A building plan that connects the green wedges and mediates from the low suburban dwellings to the high buildings of the central district.
Historical Qualities
From the historical photos from the map archives, you can see farms and smaller houses that form an incipient urbanity in the open landscape - gently protected by the green planting.
Between the main houses and the smaller extensions are small passages which lead into the cozy courtyards.
Especially the gable motifs and the classic gabled roofs are predominant. The performative landscape forms intimate spatialities and defines invisible divisions. Here there are cultivation areas and orchards and trees and bushes, which provide privacy and shelter.
- at the same time, you sense a great degree of openness and accessibility between the individual buildings
Views and intimacy
There are fantastic views from all homes in Smedens Have.

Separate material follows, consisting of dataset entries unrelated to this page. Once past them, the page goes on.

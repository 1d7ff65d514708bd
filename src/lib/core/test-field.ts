import type { Layout, Place, Plot, Tracker, TrackerModel } from './document';

/** Plain documents for this room's tests: an invented machine, level ground, nothing else. */
export const testPlace: Place = {
	latitudeDeg: 45,
	longitudeDeg: 8,
	altitudeM: 0,
	timeZone: 'Europe/Rome',
	magneticDeclinationDeg: 0
};

export function testModel(changes: Partial<TrackerModel> = {}): TrackerModel {
	return {
		id: 'six-four',
		name: 'Six by four',
		widthM: 6,
		heightM: 4,
		frameMarginM: 0,
		centreGapM: 0,
		axisHeightM: 3,
		tiltAxisOffsetM: 0,
		tableOffsetM: 0,
		centreShiftM: 0,
		minTiltDeg: 0,
		maxTiltDeg: 90,
		stops: null,
		night: { azimuthDeg: null, tiltDeg: 0 },
		windTiltDeg: 0,
		slewDegPerS: 0.5,
		sensorHeadRadiusM: 0,
		sensorViewDeg: 85,
		sensorLeadM: 6,
		moduleColumns: 5,
		moduleRows: 3,
		powerW: 5000,
		...changes
	};
}

export function testPlot(changes: Partial<Plot> = {}): Plot {
	return {
		version: 1,
		boundary: [],
		ground: { kind: 'level', heightM: 0 },
		skyline: [],
		obstacles: [],
		setBackM: 0,
		...changes
	};
}

export function testTracker(
	index: number,
	eastM: number,
	northM: number,
	changes: Partial<Tracker> = {}
): Tracker {
	return {
		id: `t${index}`,
		tag: `A${String(index + 1).padStart(2, '0')}`,
		modelId: 'six-four',
		eastM,
		northM,
		axisHeightM: null,
		posture: { kind: 'following' },
		...changes
	};
}

export function testLayout(trackers: Tracker[], models: TrackerModel[] = [testModel()]): Layout {
	return { version: 1, models, trackers, mounts: { common: null, exceptions: {}, fromRunId: null } };
}

/** Places on a grid, row by row from the south. */
export function testGrid(columns: number, rows: number, pitchEastM: number, pitchNorthM: number): Tracker[] {
	return Array.from({ length: columns * rows }, (_, k) =>
		testTracker(k, (k % columns) * pitchEastM, Math.floor(k / columns) * pitchNorthM)
	);
}
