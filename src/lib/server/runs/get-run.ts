import type { Run } from '$lib/schema/run';
import type { Actor } from '../auth/actor';
import { findRun } from './find-run';
import { runView } from './run-view';

export async function getRun(actor: Actor, runId: string): Promise<Run> {
	return runView(await findRun(actor, runId, 'run.read'));
}
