/**
 * The frame and the angles of the whole core, stated once.
 *
 * Local east-north-up frame in metres at the project's origin, aligned to true north. Azimuth clockwise from true
 * north, 0..360. Elevation above the horizontal. Tilt 0 lies flat with its glass up, 90 stands upright.
 */

/** A vector of the local frame: east, north, up. */
export type Vec3 = [east: number, north: number, up: number];

/** A direction of the sun as seen from the plot; elevation is the apparent one wherever shade is computed. */
export interface SunDirection {
	azimuthDeg: number;
	elevationDeg: number;
}

export const RADIANS_PER_DEGREE = Math.PI / 180;

/** Brings an angle in degrees into 0 (included) .. 360 (excluded). */
export function normaliseDeg(angleDeg: number): number {
	const turned = angleDeg % 360;
	const positive = turned < 0 ? turned + 360 : turned;
	return positive >= 360 ? 0 : positive + 0;
}

/** Unit vector towards the sun: s = (sin A cos e, cos A cos e, sin e). Degrees in, local frame out. */
export function sunVector(azimuthDeg: number, elevationDeg: number): Vec3 {
	const azimuth = azimuthDeg * RADIANS_PER_DEGREE;
	const elevation = elevationDeg * RADIANS_PER_DEGREE;
	const level = Math.cos(elevation);
	return [Math.sin(azimuth) * level, Math.cos(azimuth) * level, Math.sin(elevation)];
}

/**
 * Axes of a table: n leaves the glass, u is level and to the right of someone who faces the glass, v = n x u goes
 * up the slope. For a table that faces south, u is east and v points north and up.
 */
export function tableAxes(azimuthDeg: number, tiltDeg: number): { u: Vec3; v: Vec3; n: Vec3 } {
	const a = azimuthDeg * RADIANS_PER_DEGREE;
	const t = tiltDeg * RADIANS_PER_DEGREE;
	const sa = Math.sin(a);
	const ca = Math.cos(a);
	const st = Math.sin(t);
	const ct = Math.cos(t);
	return { u: [-ca, sa, 0], v: [-sa * ct, -ca * ct, st], n: [sa * st, ca * st, ct] };
}

/** Angle between two directions, degrees 0..180; well behaved near 0, where an arc cosine is not. */
export function arcDeg(a: SunDirection, b: SunDirection): number {
	const p = sunVector(a.azimuthDeg, a.elevationDeg);
	const q = sunVector(b.azimuthDeg, b.elevationDeg);
	const chord = Math.hypot(p[0] - q[0], p[1] - q[1], p[2] - q[2]);
	return (2 * Math.asin(Math.min(1, chord / 2))) / RADIANS_PER_DEGREE;
}

/** Smallest turn between two azimuths, degrees 0..180. */
export function turnBetweenDeg(a: number, b: number): number {
	const d = normaliseDeg(a - b);
	return d > 180 ? 360 - d : d;
}
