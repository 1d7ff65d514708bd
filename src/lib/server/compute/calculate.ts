import { AppError } from '../errors';
import { computePool } from './pool';
import type { ComputeTask } from './tasks';

/** A calculation that takes longer than this is ended: it would hold a thread for others, milliseconds. */
const LONGEST_MS = 120_000;

/** Runs one stateless calculation in a worker thread, so that the server keeps answering. */
export async function calculate(task: ComputeTask): Promise<unknown> {
	const abort = new AbortController();
	const timer = setTimeout(() => abort.abort(), LONGEST_MS);
	try {
		return await computePool().run({ task }, { signal: abort.signal });
	} catch (error) {
		if (abort.signal.aborted) {
			throw new AppError(
				'too_large',
				'This takes too long for one call: send a smaller scene or a coarser step.'
			);
		}
		if (error instanceof Error && error.message === 'Task queue is at limit') {
			throw new AppError('unavailable', 'Many calculations wait already: try again shortly.', {
				retryAfterSeconds: 5
			});
		}
		throw error;
	} finally {
		clearTimeout(timer);
	}
}
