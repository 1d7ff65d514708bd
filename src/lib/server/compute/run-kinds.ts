import {
	answersPart,
	energyYearPart,
	joinAnswers,
	joinEnergyYear,
	mountYear,
	joinShadeYear,
	shadeYearPart,
	type AnswersPart,
	type EnergyPart,
	type ShadeYearPart,
	type TrackerRange
} from '../../core';
import type { MountResult, RunInput } from '../../core/results';

type Progress = (done01: number) => boolean;

/** How one kind of run is computed: by ranges of trackers that follow each other, and put together in their order. */
interface RunMethod<P extends object> {
	/** Null when `onProgress` answered false. */
	part(input: RunInput, onProgress: Progress, range: TrackerRange): P | null;
	join(input: RunInput, parts: P[]): { coreVersion: string };
}

/** Part of a run with energy that its shade is, for telling the progress. */
const SHADE_01 = 0.25;

interface ShadeAndEnergy {
	shade: ShadeYearPart;
	energy: EnergyPart | null;
}

const shade: RunMethod<ShadeAndEnergy> = {
	part(input, onProgress, range) {
		const asked = input.energy !== undefined;
		const year = shadeYearPart(input, (done01) => onProgress(asked ? done01 * SHADE_01 : done01), range);
		if (!year || !asked) return year && { shade: year, energy: null };
		const energy = energyYearPart(input, (done01) => onProgress(SHADE_01 + (1 - SHADE_01) * done01), range);
		return energy && { shade: year, energy };
	},
	join(input, parts) {
		const energies = parts.flatMap((part) => part.energy ?? []);
		const year = joinShadeYear(
			input,
			parts.map((part) => part.shade)
		);
		return energies.length > 0 ? { ...year, energy: joinEnergyYear(input, energies) } : year;
	}
};

/** Mounts are compared over the whole field: never in parts. */
const mounts: RunMethod<MountResult> = {
	part: (input, onProgress) => mountYear(input, undefined, onProgress),
	join: (_input, [result]) => result
};

const answers: RunMethod<AnswersPart> = {
	part: (input, onProgress, range) => answersPart(input, onProgress, range),
	join: (input, parts) => joinAnswers(input, parts)
};

/** By the kinds of `runKindSchema`, which the worker does not load. */
export const runMethods = { shade, mounts, answers };
export type PartOfRun = ShadeAndEnergy | MountResult | AnswersPart;
export type RunMethodName = keyof typeof runMethods;

/** The method of a kind, its parts seen as what they are between threads: objects. */
export const methodOf = (kind: RunMethodName): RunMethod<object> => runMethods[kind] as RunMethod<object>;
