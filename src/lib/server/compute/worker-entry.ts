import { gzipSync } from 'node:zlib';
import {
	energyYear,
	fieldLoss,
	irradiance,
	mountScene,
	mountYear,
	shadeScene,
	shadeYear,
	sunPosition
} from '../../core';
import type { RunInput, ShadeResult } from '../../core/results';
import { roundedJson } from './rounded-json';
import type { PackedResult, WorkerCall } from './tasks';

/** Part of a run with energy that its shade is, for telling the progress. */
const SHADE_01 = 0.25;

/** Fewest milliseconds between two messages about progress. */
const PROGRESS_EVERY_MS = 100;

/** What a worker thread runs. Bundled to one module; imports only the core. */
export default function work(call: WorkerCall): unknown {
	const { task } = call;
	switch (task.kind) {
		case 'shade-run':
			return packed(call, (onProgress) => shadeRun(task.input, onProgress));
		case 'mount-run':
			return packed(call, (onProgress) => mountYear(task.input, undefined, onProgress));
		case 'sun': {
			const { latitudeDeg, longitudeDeg, times } = task.request;
			return times.map((time) => ({
				time,
				...sunPosition(Date.parse(time), latitudeDeg, longitudeDeg)
			}));
		}
		case 'irradiance':
			return irradiance(task.request);
		case 'shade-scene':
			return shadeScene(task.scene);
		case 'mount-scene':
			return mountScene(task.scene);
		case 'field-loss':
			return fieldLoss(task.request);
	}
}

/** The shade of a year and, when it was asked for, its energy. */
function shadeRun(input: RunInput, onProgress: (done01: number) => boolean): ShadeResult | null {
	const energyAsked = input.energy !== undefined;
	const shade = shadeYear(input, (done01) => onProgress(energyAsked ? done01 * SHADE_01 : done01));
	if (!shade || !energyAsked) return shade;
	const energy = energyYear(input, (done01) => onProgress(SHADE_01 + (1 - SHADE_01) * done01));
	return energy && { ...shade, energy };
}

/** Runs a year, tells how far it is, and packs the result; null when it was stopped. */
function packed(
	call: WorkerCall,
	compute: (onProgress: (done01: number) => boolean) => unknown
): PackedResult | null {
	const stop = call.stop ? new Int32Array(call.stop) : null;
	const begun = performance.now();
	let toldAt = begun;
	const result = compute((done01) => {
		const now = performance.now();
		if (now - toldAt >= PROGRESS_EVERY_MS) {
			toldAt = now;
			call.port?.postMessage({ done01 });
		}
		return stop === null || Atomics.load(stop, 0) === 0;
	});
	if (result === null) return null;
	const computeMs = performance.now() - begun;
	const text = Buffer.from(roundedJson(result));
	return { gzip: gzipSync(text, { level: 4 }), jsonBytes: text.byteLength, computeMs };
}
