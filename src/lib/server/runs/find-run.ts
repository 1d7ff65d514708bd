import { eq } from 'drizzle-orm';
import type { Action } from '$lib/access';
import type { Actor } from '../auth/actor';
import { db } from '../db';
import { runs } from '../db/schema';
import { notFound } from '../errors';
import { requireProject } from '../guard';
import { runColumns, type RunRow } from './run-view';

/** A run's row for those who may do this on its project; strangers get "not found". */
export async function findRun(actor: Actor, runId: string, action: Action): Promise<RunRow> {
	const [row] = await db.select(runColumns).from(runs).where(eq(runs.id, runId));
	if (!row) throw notFound();
	await requireProject(actor, row.projectId, action);
	return row;
}
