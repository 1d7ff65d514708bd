import { spawn } from 'node:child_process';
import { join } from 'node:path';
import { openDatabase } from './lib/database.mjs';
import { ensurePackages } from './lib/packages.mjs';
import { root } from './lib/paths.mjs';
import { endOnSignal, superviseChild, whyNoListener } from './lib/process.mjs';
import { Refusal, runMain, say } from './lib/say.mjs';
import { appEnvironment, demoLines } from './lib/settings.mjs';

/** `npm run dev`: the database, the newest migration, and vite with reloading. */
runMain(async () => {
	const host = process.env.HOST ?? '127.0.0.1';
	const port = Number(process.env.PORT ?? 5173);
	const refused = await whyNoListener(host, port);
	if (refused) throw new Refusal(refused);
	ensurePackages();
	const signals = endOnSignal();
	const opening = openDatabase();
	signals.add(() => opening.then((opened) => opened.stop()));
	const database = await signals.during(opening);
	const vite = spawn(
		process.execPath,
		[
			join(root, 'node_modules/vite/bin/vite.js'),
			'dev',
			'--host',
			host,
			'--port',
			String(port),
			'--strictPort'
		],
		{
			cwd: root,
			stdio: ['ignore', 'inherit', 'inherit'],
			env: appEnvironment({
				url: database.url,
				ownDatabase: database.own,
				host,
				origin: `http://${host}:${port}`
			})
		}
	);
	signals.release();
	superviseChild(vite, database.stop);
	say(`\nTiltyard for work: http://${host}:${port}\n${demoLines().join('\n')}\n`);
});
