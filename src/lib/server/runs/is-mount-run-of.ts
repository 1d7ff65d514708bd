import { and, eq } from 'drizzle-orm';
import { db } from '../db';
import { runs } from '../db/schema';
import { currentHash } from './current-input';
import { runColumns } from './run-view';

/**
 * Whether a mount run of the project was computed from what a layout and its plot are now; a copied layout shares the
 * run of the one it was made from. True without a run: a choice that was made by hand goes with none.
 */
export async function isMountRunOf(
	projectId: string,
	layoutId: string,
	runId: string | null
): Promise<boolean> {
	if (runId === null) return true;
	const [run] = await db
		.select(runColumns)
		.from(runs)
		.where(and(eq(runs.id, runId), eq(runs.projectId, projectId), eq(runs.kind, 'mounts')));
	return run !== undefined && run.inputHash === (await currentHash(layoutId, 'mounts', run));
}
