import { ensureBuild } from './lib/build.mjs';
import { openTestDatabase } from './lib/test-database.mjs';
import { endChild, endOnSignal, isRunning, superviseChild } from './lib/process.mjs';
import { runMain } from './lib/say.mjs';
import { serveBuild } from './lib/serve.mjs';
import { appEnvironment } from './lib/settings.mjs';

/** The built application for browser tests: a fresh database with the demo in it. Started by Playwright. */
runMain(async () => {
	const port = Number(process.env.E2E_PORT ?? 4173);
	await ensureBuild();
	const signals = endOnSignal();
	const opening = openTestDatabase('tiltyard_e2e');
	signals.add(() => opening.then((opened) => opened.stop()));
	const database = await signals.during(opening);
	try {
		const host = '127.0.0.1';
		const origin = `http://${host}:${port}`;
		const env = {
			LOG_LEVEL: 'warn',
			...appEnvironment({ url: database.url, ownDatabase: true, host, origin })
		};
		const started = (/** @type {import('node:child_process').ChildProcess} */ server) =>
			signals.add(() => endChild(server));
		const child = await signals.during(serveBuild({ host, port, env, started }));
		signals.release();
		superviseChild(child, database.stop);
		endWithOwner(Number(process.env.E2E_OWNER ?? 0));
	} catch (error) {
		await signals.endAll();
		throw error;
	}
});

/** A test runner that was killed can't stop its server: the server looks after it. */
function endWithOwner(/** @type {number} */ owner) {
	if (owner === 0) return;
	setInterval(() => {
		if (!isRunning(owner)) process.kill(process.pid, 'SIGTERM');
	}, 2000).unref();
}
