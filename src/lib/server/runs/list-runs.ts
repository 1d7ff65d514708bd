import { and, desc, eq, lt } from 'drizzle-orm';
import type { Page } from '$lib/schema/page';
import type { Run, RunListQuery } from '$lib/schema/run';
import type { Actor } from '../auth/actor';
import { db } from '../db';
import { readCursor } from '../db/cursor';
import { pageOf } from '../db/page';
import { runs } from '../db/schema';
import { requireProject } from '../guard';
import { runColumns, runView } from './run-view';

/** Runs of a project, newest first. */
export async function listRuns(actor: Actor, projectId: string, query: RunListQuery): Promise<Page<Run>> {
	await requireProject(actor, projectId, 'run.read');
	const before = query.cursor ? (readCursor(query.cursor, ['string'])[0] as string) : null;
	const rows = await db
		.select(runColumns)
		.from(runs)
		.where(
			and(
				eq(runs.projectId, projectId),
				query.layoutId ? eq(runs.layoutId, query.layoutId) : undefined,
				query.kind ? eq(runs.kind, query.kind) : undefined,
				before ? lt(runs.id, before) : undefined
			)
		)
		.orderBy(desc(runs.id))
		.limit(query.limit + 1);
	const page = pageOf(
		rows,
		query.limit,
		(row) => row,
		(row) => [row.id]
	);
	return { items: await Promise.all(page.items.map(runView)), nextCursor: page.nextCursor };
}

From the cozy roof terraces, in the high part of the building, you have a view over the rainwater basin and the shared square, which borders the communal house - at the same time you can be private in your own home while enjoying the sunset. All the homes in the lower part of the building are well-lit, with terraces on both sides of the home, so you can always find either sun or shade. The planting and trees screen together with sheds and half-walls, so that you can always find your own “private space” in the overall area.
Human scale
The 2.5-storey homes and the communal house, form the framework around the town square, and to ensure privacy in the individual homes, the buildings are surrounded by curved space-creating green bushes and beech hedges. The buildings are scaled down, both vertically and horizontally, so that in size they are experienced as an extension of the small townhouses further up the street. You are therefore met by a nice human scale when you are on the common square. The old pear tree is framed by the “city bench”, which is a natural meeting place for the whole city.